Ordered a tritium Betalight from Penrith Survival in England, after waiting almost a month because of it not being available, I finally received it last week. The good news is that it's really cool, if you think a green Traser keyring is bright, wait till you see one of these. Even better, it has a radiation symbol on the bottom of it, all the better to frighten the wife with..

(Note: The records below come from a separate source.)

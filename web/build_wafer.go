package web

import (
	"fmt"
	"math"
	"net/url"
	"sort"
	"strconv"
	"strings"
	"time"

	"epitally/analytics/binning"
	"epitally/analytics/colour"
	"epitally/analytics/quantity"
	"epitally/analytics/uniformity"
	"epitally/analytics/wafermap"
)

// WaferInput is everything the page of a wafer is built from.
type WaferInput struct {
	Wafer       string
	Growth      Growth
	Measurement *MeasurementInput // nil: unmeasured
	All         []MeasurementInput
	Planes      []Plotted // of the measurement, in display order; CSVURL unused
	Shown       string    // quantity asked for; "" or unknown = the main one
	View        string    // "bins" or anything else
	Spec        *SpecInput
	SpecChoices []Option
	Grid        *wafermap.Grid
	GridURL     string
	Zone        *time.Location
}

// Growth is where a wafer grew and what it is for; empty = not known.
type Growth struct {
	Lot, Reactor, Carrier, Ring, Pocket, Recipe, Product string
	Run                                                  *int
	GrownAt                                              *time.Time
}

// MeasurementInput is a measurement without its planes.
type MeasurementInput struct {
	ID             int64
	Kind, Station  string
	MeasuredAt     time.Time
	DriveCurrentMA *float64
	Dies           int
	Remeasured     int
	Current        bool
	SourceID       int64
	Layout         *wafermap.Layout
	Facts          map[string]string
	Notices        []string
	DerivedFrom    map[string]string // quantity → what it was computed from
	Suspects       []colour.Suspect
}

// SpecInput is the measurement binned under one specification version.
type SpecInput struct {
	Name        string
	Version     int
	Latest      bool
	Cells       []binning.Cell
	Counts      []int    // dies that count per cell
	Codes       []uint16 // per die of the grid
	Good        int
	Denominator int
	OverLayout  bool
	Confident   int // sellable dies that conform with 95 % confidence; −1 = no uncertainty is known
}

func (s *SpecInput) title() string { return s.Name + " v" + strconv.Itoa(s.Version) }

// value is the specification as the page's form and URL name it.
func (s *SpecInput) value() string {
	if s.Latest {
		return s.Name
	}
	return s.Name + "@" + strconv.Itoa(s.Version)
}

// api is the root of the addresses of a measurement's data.
func (m *MeasurementInput) api() string {
	return "/api/v1/measurements/" + strconv.FormatInt(m.ID, 10)
}

// under is the query that names a specification version to the API.
func (s *SpecInput) under() string {
	return url.Values{"specification": {s.Name}, "version": {strconv.Itoa(s.Version)}}.Encode()
}

// NewWaferPage builds the page of a wafer. Base fields other than title,
// section and finding are the caller's.
func NewWaferPage(in WaferInput) WaferPage {
	p := WaferPage{Wafer: in.Wafer, Facts: growthFacts(in.Growth, in.Zone), View: "quantity"}
	p.Title, p.Section = "Wafer "+in.Wafer, "wafers"
	if in.Measurement == nil {
		p.State, p.LoadHint = "unmeasured", true
		p.Finding = WaferSentence(WaferFound{Wafer: in.Wafer, Basis: "No measurement is stored."})
		return p
	}
	if in.View == "bins" && in.Spec != nil {
		p.View = "bins"
	}
	main, shown := in.pick(MainQuantity(in.quantities(), in.Measurement.DerivedFrom)), in.pick(in.Shown)
	if shown == nil {
		shown = main
	}
	p.Notices, p.Suspects = in.notices(), in.Measurement.Suspects
	p.Measured, p.Downloads = measuredFacts(in.Measurement, in.Zone), in.downloads()
	p.Measurements, p.Specs = in.measurementOptions(), in.SpecChoices
	for _, q := range in.Planes {
		p.Quantities = append(p.Quantities, Option{q.Quantity.Name, axisTitle(q.Quantity), shown != nil && q.Quantity.Name == shown.Quantity.Name})
		line := statLine(q)
		line.From = in.Measurement.DerivedFrom[q.Quantity.Name]
		p.Stats = append(p.Stats, line)
	}
	p.StatsOver = "Figures are " + in.countedWords() + "."
	p.Finding = in.sentence(main)
	if main != nil && !math.IsNaN(main.Target) {
		p.State = uniformity.ColourState(main.Summary, main.Window)
	}
	if shown == nil {
		return p
	}
	p.Charts = true
	p.Histogram, p.Radial = in.charts(shown)
	in.fillMap(&p, shown)
	in.fillBins(&p)
	return p
}

// MainQuantity is the quantity a wafer is judged by first: the dominant
// wavelength that was measured, else the peak wavelength, else the dominant
// wavelength that was computed, else the first; "" when there is none.
func MainQuantity(names []string, derivedFrom map[string]string) string {
	const dominant, peak = "dominant_wavelength_nm", "peak_wavelength_nm"
	wanted := []string{dominant, peak}
	if derivedFrom[dominant] != "" {
		wanted = []string{peak, dominant}
	}
	for _, want := range wanted {
		for _, name := range names {
			if name == want {
				return name
			}
		}
	}
	if len(names) > 0 {
		return names[0]
	}
	return ""
}

func (in *WaferInput) quantities() []string {
	names := make([]string, len(in.Planes))
	for i := range in.Planes {
		names[i] = in.Planes[i].Quantity.Name
	}
	return names
}

func (in *WaferInput) pick(name string) *Plotted {
	for i := range in.Planes {
		if in.Planes[i].Quantity.Name == name {
			return &in.Planes[i]
		}
	}
	return nil
}

// href is this page under another view or quantity.
func (in *WaferInput) href(view, quantity string) string {
	q := url.Values{"measurement": {strconv.FormatInt(in.Measurement.ID, 10)}, "view": {view}}
	if quantity != "" {
		q.Set("quantity", quantity)
	}
	if in.Spec != nil {
		q.Set("specification", in.Spec.value())
	}
	return waferHref(in.Wafer) + "?" + q.Encode()
}

func (in *WaferInput) sentence(main *Plotted) Sentence {
	m := in.Measurement
	f := WaferFound{Wafer: in.Wafer, Measured: true, Target: math.NaN(), BinsHref: in.href("bins", ""),
		Basis: fmt.Sprintf("%s measurement of %s, %s; %s", m.Kind, Plural(m.Dies, "die", "dies"), Moment(m.MeasuredAt, in.Zone), "figures "+in.countedWords())}
	if main != nil {
		f.Quantity, f.Summary, f.Target = main.Quantity, &main.Summary, main.Target
		f.QuantityHref = in.href("quantity", main.Quantity.Name)
	}
	if s := in.Spec; s != nil {
		f.Spec, f.SpecHref = s.title(), "/bins/"+url.PathEscape(s.Name)+"?version="+strconv.Itoa(s.Version)
		f.Good, f.Denominator, f.OverLayout = s.Good, s.Denominator, s.OverLayout
		f.Loss = in.loss()
	}
	return WaferSentence(f)
}

// loss finds the largest group of dies that cannot be sold.
func (in *WaferInput) loss() Loss {
	s, best, counted := in.Spec, -1, 0
	for i, n := range s.Counts {
		counted += n
		if s.Cells[i].Class != binning.Sellable && n > 0 && (best < 0 || n > s.Counts[best]) {
			best = i
		}
	}
	if gone := s.Denominator - counted; gone > 0 && (best < 0 || gone > s.Counts[best]) {
		return Loss{Class: "unmeasured", Dies: gone}
	}
	if best < 0 {
		return Loss{}
	}
	return Loss{Name: s.Cells[best].Name, Class: s.Cells[best].Class.String(), Dies: s.Counts[best],
		Place: LossPlace(in.Grid, in.Measurement.Layout, s.Codes, uint16(best))}
}

func (in *WaferInput) charts(shown *Plotted) (histogram, radial *Chart) {
	h, r := *shown, *shown
	q := url.Values{"measurement": {strconv.FormatInt(in.Measurement.ID, 10)}, "quantity": {shown.Quantity.Name}}
	root := waferHref(in.Wafer) + "/charts/"
	h.CSVURL, r.CSVURL = root+"histogram.csv?"+q.Encode(), root+"radial.csv?"+q.Encode()
	return HistogramChart(h), RadialChart(r)
}

func (in *WaferInput) fillBins(p *WaferPage) {
	s := in.Spec
	if s == nil {
		return
	}
	p.SpecTitle, p.SpecHref = s.title(), "/bins/"+url.PathEscape(s.Name)+"?version="+strconv.Itoa(s.Version)
	p.YieldBig = Percent(s.Good, s.Denominator)
	p.YieldOver = fmt.Sprintf("%s of %s %s", Count(s.Good), Count(s.Denominator), over(s.OverLayout))
	if s.Confident >= 0 && s.Denominator > 0 {
		p.Confident = Percent(s.Confident, s.Denominator)
	}
	q := s.under() + "&measurement=" + strconv.FormatInt(in.Measurement.ID, 10)
	p.BinYield = SpecChart(s, waferHref(in.Wafer)+"/charts/bins.csv?"+q)
}

func mapCells(s *SpecInput) []MapCell {
	classes := make([]string, len(s.Cells))
	for i, c := range s.Cells {
		classes[i] = c.Class.String()
	}
	cells := make([]MapCell, len(s.Cells))
	for i, look := range LooksOf(classes) {
		cells[i] = MapCell{Name: s.Cells[i].Name, Class: classes[i], Dies: s.Counts[i], Look: look}
	}
	return cells
}

func (in *WaferInput) measurementOptions() []Option {
	var out []Option
	for _, m := range in.All {
		// Without the zone, which the figures below say: a select cuts long labels.
		label := m.Kind + ", " + m.MeasuredAt.In(in.Zone).Format("2006-01-02 15:04")
		if !m.Current {
			label += ", older"
		}
		out = append(out, Option{strconv.FormatInt(m.ID, 10), label, m.ID == in.Measurement.ID})
	}
	return out
}

func (in *WaferInput) countedWords() string {
	if l := in.Measurement.Layout; l == nil || l.Assumed {
		return "over all measured dies, since no layout is known"
	} else if l.EdgeExclusionMM > 0 {
		return "over the measured dies inside the edge exclusion of " + With(l.EdgeExclusionMM, 1, "mm")
	}
	return "over the measured dies on the layout"
}

func (in *WaferInput) notices() []string {
	m := in.Measurement
	var out []string
	if !m.Current {
		out = append(out, "This measurement is not the current one: a newer "+m.Kind+" measurement of the wafer is stored.")
	}
	if in.Growth.Reactor == "" {
		out = append(out, "The wafer is in no run sheet yet: where it grew, its product and its target are not known.")
	}
	if m.Layout != nil && m.Layout.Assumed {
		out = append(out, "No product layout is known: the outline is assumed from the measurement, and yields are over the measured dies.")
	}
	return append(out, m.Notices...)
}

func (in *WaferInput) downloads() []Fact {
	api := in.Measurement.api()
	out := []Fact{
		{Name: "All dies as CSV", Href: api + "/dies?format=csv"},
		{Name: "as Parquet", Href: api + "/dies?format=parquet"},
		{Name: "as XLSX", Href: api + "/dies?format=xlsx"},
		{Name: "Figures as JSON", Href: api + "/summaries"},
	}
	if in.Spec != nil {
		out = append(out, Fact{Name: "Bins as a substrate map", Href: api + "/substrate-map.xml?" + in.Spec.under()})
	}
	return out
}

func growthFacts(g Growth, zone *time.Location) []Fact {
	list := func(key, value string) string { return "/wafers?" + url.Values{key: {value}}.Encode() }
	var out []Fact
	add := func(name, value, href string) {
		if value != "" {
			out = append(out, Fact{name, value, href})
		}
	}
	add("lot", g.Lot, list("lot", g.Lot))
	add("product", g.Product, list("product", g.Product))
	add("recipe", g.Recipe, list("recipe", g.Recipe))
	add("reactor", g.Reactor, list("reactor", g.Reactor))
	if g.Run != nil {
		run := strconv.Itoa(*g.Run)
		add("run", run, "/wafers?"+url.Values{"reactor": {g.Reactor}, "run": {run}}.Encode())
	}
	add("carrier", g.Carrier, "")
	add("ring", g.Ring, "")
	add("pocket", g.Pocket, "")
	if g.GrownAt != nil {
		add("grown", Moment(*g.GrownAt, zone), "")
	}
	return out
}

func measuredFacts(m *MeasurementInput, zone *time.Location) []Fact {
	out := []Fact{{Name: "kind", Value: m.Kind}, {Name: "measured at", Value: Moment(m.MeasuredAt, zone)}}
	if m.Station != "" {
		out = append(out, Fact{Name: "station", Value: m.Station})
	}
	if m.DriveCurrentMA != nil {
		out = append(out, Fact{Name: "drive current", Value: With(*m.DriveCurrentMA, Decimals(0.1), "mA")})
	}
	out = append(out, Fact{Name: "dies", Value: Count(m.Dies)}, Fact{Name: "remeasured dies", Value: Count(m.Remeasured)})
	if m.SourceID != 0 {
		id := strconv.FormatInt(m.SourceID, 10)
		out = append(out, Fact{Name: "came from", Value: "load " + id, Href: "/loads/" + id})
	}
	keys := make([]string, 0, len(m.Facts))
	for k := range m.Facts {
		keys = append(keys, k)
	}
	sort.Strings(keys)
	for _, k := range keys {
		out = append(out, Fact{Name: strings.ReplaceAll(k, "_", " "), Value: m.Facts[k]})
	}
	return out
}

// statLine formats one summary with the decimals of its quantity, one more for
// means and spreads.
func statLine(p Plotted) StatLine {
	s, d := p.Summary, Decimals(p.Quantity.Resolution)
	line := StatLine{Label: p.Quantity.Label, Unit: p.Quantity.Unit, N: Count(s.N), Missing: Count(s.Missing), Implausible: s.Implausible,
		Mean: Number(s.Mean, d+1), SD: Number(s.SD, d+1), RobustSD: Number(s.RobustSD, d+1), Min: Number(s.Min, d), Max: Number(s.Max, d),
		Q01: Number(s.Q01, d), Q05: Number(s.Q05, d), Q25: Number(s.Q25, d), Median: Number(s.Median, d),
		Q75: Number(s.Q75, d), Q95: Number(s.Q95, d), Q99: Number(s.Q99, d), Within: noValue}
	if p.Quantity.Scale == quantity.Deviation && !math.IsNaN(s.Within1) {
		u := thinSpace + p.Quantity.Unit + " "
		line.Within = "±1" + u + PercentOf(s.Within1) + ", ±2" + u + PercentOf(s.Within2) + ", ±5" + u + PercentOf(s.Within5)
	}
	return line
}

// SpecChart is the chart of a measurement binned under a specification.
func SpecChart(s *SpecInput, csvURL string) *Chart {
	return BinChart(Binned{Spec: s.title(), Cells: mapCells(s), Denominator: s.Denominator, OverLayout: s.OverLayout, CSVURL: csvURL})
}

It is solidly constructed of a thick rubber casing. The bad news, all in all, I'm a little disappointed in my buying experience, when I ordered the Betalight, it was not listed as being out of stock, though thats a minor quibble as lots of places don't keep their websites updated as to stock availability. I also did not receive any e-mails from them about it being back ordered, I had to contact them first. I also received incorrect estimates as to when it would be in stock and shipped (it will be dispatched next week....and then wasn't)....My total price delivered was $81.84 US, which is seems pretty steep, $67.67 for the Betalight and $14.31 shipping. I would be happier, but when I received the Betalight it was damaged. There is a crack in the rubber near the lip, because of this, the cap which covers the tritium light source will not stay closed. It almost looks like the kind of cracking you get in old, dry rubber. I contacted Penrith Survival via e-mail describing the situation, and included pictures of the damage. I also asked if I could exchange this Betalight for another. My request for an exchange was ignored, with a terse reply that the Betalight was manufactured in November 2002, and that they had forwarded my comments to the manufacturer. Without putting too fine a point on it, what the hell does the manufacturer have to do with an exchange? I could probably fix the crack with a drop of super glue, but for $81.00, I shouldn't have to, I kind of expect it not to be damaged. As things stand right now, I cannot recommend this company for US customers, however, if they make this right, I will gladly publically apologize and retract my comments. Here are some pics of the Betalight, I apologize for the poor quality, I'm still figuring this camera out. The piece of paper sticking in the side of the Betalight is to show how far down the crack goes as it's a little difficult to photograph.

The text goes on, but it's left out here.